### What you will do:
Report every line of the records below that contains the word "SelectField".

### Raw data:
'use client';

import { CautionNote } from '@/app/_components/caution-note';
import { QuantityField } from '@/app/_components/quantity-field';
import { SelectField } from '@/app/_components/select-field';
import { tierName } from '@/app/_components/section/tier-names';
import type { ScenarioDocument } from '@/lib/evaluation/evaluate-scenario';
import { currencySymbol } from '@/lib/format/money';
import type { LandingCrop } from './landing-tent';

interface LandingWordsProps {
  doc: ScenarioDocument;
  crops: readonly LandingCrop[];
  onChange: (doc: ScenarioDocument) => void;
}

const keyOf = ({ crop, stage }: { crop: string; stage: string }) => `${crop} · ${stage}`;

/** The coldest month of the room; moving it moves the whole year, so that its shape stays. */
function coldest(doc: ScenarioDocument): number {
  const { airTempC } = doc.room;
  return airTempC.kind === 'constant' ? airTempC.value : Math.min(...airTempC.values);
}

function withColdest(doc: ScenarioDocument, coldC: number): ScenarioDocument {
  const { airTempC } = doc.room;
  const by = coldC - coldest(doc);
  const moved =
    airTempC.kind === 'constant'
      ? { ...airTempC, value: coldC }
      : { ...airTempC, values: airTempC.values.map((value) => Math.round((value + by) * 10) / 10) };
  return { ...doc, room: { ...doc.room, airTempC: moved } };
}

/** The four things that a stranger would change first. */
export function LandingWords({ doc, crops, onChange }: LandingWordsProps) {
  const { tariff } = doc.power;
  const downward = [...doc.tiers].sort((a, b) => b.topHeightM - a.topHeightM);
  return (
    <div className="flex h-full flex-col justify-between gap-6 pt-60 max-[1179px]:pt-1 max-[1179px]:pb-4">
      <div>
        <div className="grid max-w-110 grid-cols-2 gap-x-5 gap-y-4 min-[1180px]:max-[1399px]:grid-cols-1 max-md:grid-cols-1">
          {downward.map((tier) => (
            <SelectField
              key={tier.id}
              className="w-full"
              label={`${tierName(doc.tiers, tier.id)} grows`}
              value={tier.target ? keyOf(tier.target) : ''}
              options={crops.map((each) => ({ value: keyOf(each), label: each.crop }))}
              onChange={(key) => {
                const target = crops.find((each) => keyOf(each) === key)?.target ?? null;
                onChange({
                  ...doc,
                  tiers: doc.tiers.map((each) => (each.id === tier.id ? { ...each, target } : each)),
                });
              }}
            />
          ))}
          <QuantityField
            className="w-full"
            label="Cellar air, coldest month"
            kind="temperature"
            value={coldest(doc)}
            min={-20}
            max={30}
            step={0.5}
            onCommit={(coldC) => onChange(withColdest(doc, coldC))}
          />
          {tariff.kind === 'flat' && (
            <QuantityField
              className="w-full"
              label="A kWh costs"
              kind="ratio"
              unit={currencySymbol(tariff.currency)}
              value={tariff.pricePerKwh}
              min={0}
              max={5}
              onCommit={(pricePerKwh) =>
                onChange({ ...doc, power: { ...doc.power, tariff: { ...tariff, pricePerKwh } } })
              }
            />
          )}
        </div>
      </div>
      <CautionNote
        text="The heater stands in the room, a metre clear of the fabric, and warms the air that is drawn in. What its own label asks for comes first."
        source="A planning estimate; local codes and a licensed electrician decide."
      />
    </div>
  );
}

### Exercise output:
import { SelectField } from '@/app/_components/select-field';
            <SelectField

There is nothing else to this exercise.